- _WHAT TO DO_
Your answer should be a single number: how many lines in the data below hold the string "made".

- _Collection entries_
%%

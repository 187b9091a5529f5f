package org.hazewright.bench;

import java.util.ArrayList;
import java.util.LinkedHashMap;
import java.util.LinkedHashSet;
import java.util.List;
import java.util.Map;
import java.util.Optional;
import java.util.OptionalDouble;
import java.util.Set;
import org.hazewright.brief.Balance;
import org.hazewright.brief.Point;
import org.hazewright.design.Frozen;
import org.hazewright.mixture.Recipe;
import org.hazewright.mixture.Stock;
import org.hazewright.optics.Refusal;
import org.hazewright.shelf.Ingredient;

/**
 * Stocks that several mixtures draw from, each made once in an amount that covers all of its draws.
 *
 * <p>For every ingredient one way of dosing is chosen for all mixtures, but for those that weigh it well neat: neat, one stock, or
 * two in series with each mixture drawing from whichever suits it. A way costs the squared half-widths that its weighings add
 * over all mixtures, first-order, and {@value #PER_WEIGHING} for each weighing that makes a stock; a dose below the balance's
 * smallest load costs {@value #UNWEIGHABLE} more. Ratios are those of a single recipe's stocks; the grams that go in are the
 * smallest round ones that leave a tenth to spare and can be weighed well.
 */
final class SharedStocks {
    private static final int[] RATIOS = {10, 20, 50, 100, 200, 500, 1000};
    private static final double[] ROUND = {1, 1.2, 1.5, 2, 2.5, 3, 4, 5, 6, 8};
    private static final double LEAST_STOCK_G = 10;
    private static final double MOST_STOCK_G = 5000;
    private static final double USUAL_STOCK_G = 250;
    private static final double SPARE = 1.1;
    private static final double GOOD = 0.002;
    private static final double PER_WEIGHING = 0.01;
    private static final double UNWEIGHABLE = 10;

    /** A neat dose this good, one part in a thousand, is never drawn from a stock: it would only bring bulk. */
    private static final double NEAT_ENOUGH = 1e-3;

    static boolean neatEnough(Dose neat, Balance balance) {
        return Dilutions.weighable(neat.massG(), balance) && neat.relativeUncertainty(balance) <= NEAT_ENOUGH;
    }

    /** One mixture to be made: what it holds, and the model that judges it. */
    record Need(Contents contents, Frozen frozen) {}

    private final List<Need> needs;
    private final Balance balance;
    private final double leastLoadG;

    private SharedStocks(List<Need> needs, Balance balance) {
        this.needs = needs;
        this.balance = balance;
        this.leastLoadG = Math.max(balance.smallestLoadG(), 20 * balance.readabilityG());
    }

    /** Stocks in making order; empty when everything is best weighed neat. */
    static List<Stock> of(List<Need> needs, Balance balance) {
        SharedStocks shared = new SharedStocks(List.copyOf(needs), balance);
        Set<Ingredient> all = new LinkedHashSet<>();
        needs.forEach(n -> all.addAll(n.contents.concentrationGPerMl().keySet()));
        List<Stock> stocks = new ArrayList<>();
        for (Ingredient i : all) stocks.addAll(shared.best(i));
        return stocks;
    }

    /** The same stocks in amounts that cover what recipes draw from them; one that nothing is drawn from is left out. */
    static List<Stock> sized(List<Stock> stocks, List<Recipe> recipes, Balance balance) {
        SharedStocks shared = new SharedStocks(List.of(), balance);
        Map<String, Double> drawn = new LinkedHashMap<>();
        for (Recipe r : recipes)
            r.items().forEach(i -> i.stock().ifPresent(id -> drawn.merge(id, i.massG(), Double::sum)));
        List<Stock> sized = new ArrayList<>();
        for (int k = stocks.size() - 1; k >= 0; k--) {
            Stock s = stocks.get(k);
            double need = drawn.getOrDefault(s.id(), 0.0);
            if (need == 0) continue;
            int ratio = (int) Math.rint(s.ratio());
            Stock now = shared.stock(s, ratio, shared.roundGrams(ratio, need).orElse(s.ingredientG()));
            sized.add(0, now);
            s.from().ifPresent(id -> drawn.merge(id, now.ingredientG(), Double::sum));
        }
        return sized;
    }

    private List<Stock> best(Ingredient i) {
        List<Need> with = needs.stream().filter(n -> n.contents.massG(i) > 0).toList();
        if (with.isEmpty()) return List.of();
        Contents first = with.get(0).contents;
        Optional<Ingredient> liquid = first.shelf().liquidOf(first.base());
        List<Stock> best = List.of();
        double least = cost(i, with, best);
        boolean suspension = Dilutions.settlesInStock(i, first.base()) && least < UNWEIGHABLE;
        if (liquid.isEmpty() || liquid.get().equals(i) || suspension) return best;
        for (int ratio : RATIOS) {
            Stock one = stock(i, liquid.get(), ratio, ratio, Optional.empty());
            List<Stock> alone = List.of(one);
            double cost = cost(i, with, alone);
            if (cost < least) {
                least = cost;
                best = alone;
            }
            for (int second : RATIOS) {
                List<Stock> two =
                        List.of(one, stock(i, liquid.get(), second, (long) ratio * second, Optional.of(one.id())));
                cost = cost(i, with, two);
                if (cost < least) {
                    least = cost;
                    best = two;
                }
            }
        }
        return best;
    }

    /** Σ over mixtures of what dosing adds to the score, and the making of the stocks; infinite when a stock cannot be made. */
    private double cost(Ingredient i, List<Need> with, List<Stock> stocks) {
        int[] from = new int[with.size()];
        double[] drawn = new double[stocks.size()];
        for (int n = 0; n < from.length; n++) {
            double most = Double.POSITIVE_INFINITY;
            from[n] = -1;
            if (neatEnough(dose(i, with.get(n), stocks, -1), balance)) continue;
            for (int level = stocks.isEmpty() ? -1 : 0; level < stocks.size(); level++) {
                double cost = cost(i, with.get(n), stocks, level);
                if (cost < most) {
                    most = cost;
                    from[n] = level;
                }
            }
            if (from[n] >= 0)
                drawn[from[n]] += dose(i, with.get(n), stocks, from[n]).weighedG();
        }
        List<Stock> sized = new ArrayList<>(stocks);
        double sum = 0;
        for (int k = stocks.size() - 1; k >= 0; k--) {
            if (drawn[k] == 0) return Double.POSITIVE_INFINITY; // a level nobody needs
            int ratio = (int) Math.rint(stocks.get(k).ratio());
            OptionalDouble g = roundGrams(ratio, drawn[k]);
            if (g.isEmpty()) return Double.POSITIVE_INFINITY;
            if (k > 0) drawn[k - 1] += g.getAsDouble();
            Stock s = stock(stocks.get(k), ratio, g.getAsDouble());
            sized.set(k, s);
            sum += PER_WEIGHING * (balance.loads(s.ingredientG()) + balance.loads(s.diluentG()));
        }
        for (int n = 0; n < from.length; n++) sum += cost(i, with.get(n), sized, from[n]);
        return sum;
    }

    /** What dosing one mixture from a level (−1 for neat) adds to its score. */
    private double cost(Ingredient i, Need n, List<Stock> stocks, int level) {
        Dose d = dose(i, n, stocks, level);
        double u = Math.min(1, d.relativeUncertainty(balance));
        double cost = u * u * effect(i, n);
        if (!Dilutions.weighable(d.weighedG(), balance)) cost += UNWEIGHABLE;
        if (level >= 0
                && new Assembly(n.contents, balance)
                        .recipe(List.of(d), new int[1])
                        .isEmpty()) cost += 2 * UNWEIGHABLE;
        return cost;
    }

    private static Dose dose(Ingredient i, Need n, List<Stock> stocks, int level) {
        double massG = n.contents.massG(i);
        return level < 0 ? Dose.neat(i, massG) : new Dose(i, massG, stocks.subList(0, level + 1), true);
    }

    /** Σ_j w_j (µ_ij/τ_j)²: squared half-widths for a relative error of 1 in the ingredient's grams. */
    private static double effect(Ingredient i, Need n) {
        double[] kappa = n.frozen.kappaCm2PerG(i);
        double c = n.contents.concentrationGPerMl().get(i);
        double sum = 0;
        for (int j = 0; j < kappa.length; j++) {
            Point p = n.frozen.points().get(j);
            double e = kappa[j] * c / p.tolerancePerCm();
            sum += p.weight() * e * e;
        }
        return sum;
    }

    /**
     * The smallest round grams of what goes in so that {@code drawnG} can be drawn and the load itself is good to {@value #GOOD}, as
     * far as that takes no more than {@value #USUAL_STOCK_G} g of stock; empty when the stock would be too large.
     */
    private OptionalDouble roundGrams(int ratio, double drawnG) {
        double precise = Math.min(balance.standardUncertaintyG() / GOOD, USUAL_STOCK_G / ratio);
        double least =
                Math.max(Math.max(leastLoadG, precise), Math.max(LEAST_STOCK_G, SPARE * drawnG) / ratio) * (1 - 1e-9);
        for (int decade = -3; decade <= 3; decade++)
            for (double f : ROUND) {
                double g = balance.rounded(f * Math.pow(10, decade));
                if (g < least) continue;
                return g * ratio <= MOST_STOCK_G ? OptionalDouble.of(g) : OptionalDouble.empty();
            }
        return OptionalDouble.empty();
    }

    private Stock stock(Stock like, int ratio, double g) {
        return new Stock(like.id(), like.ingredient(), like.lot(), g, like.diluent(), diluentG(ratio, g), like.from());
    }

    private Stock stock(Ingredient i, Ingredient diluent, int ratio, long total, Optional<String> from) {
        double g = Math.max(1, balance.rounded(leastLoadG));
        if (!(g > 0)) throw new Refusal("The balance's smallest load rounds to 0 g.");
        return new Stock(i.id() + "-1-" + total, i, WeighingOrder.lotOf(i), g, diluent, diluentG(ratio, g), from);
    }

    private double diluentG(int ratio, double g) {
        return balance.rounded(g * (ratio - 1));
    }
}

%%

- _SOLUTION TO THIS PROBLEM_
3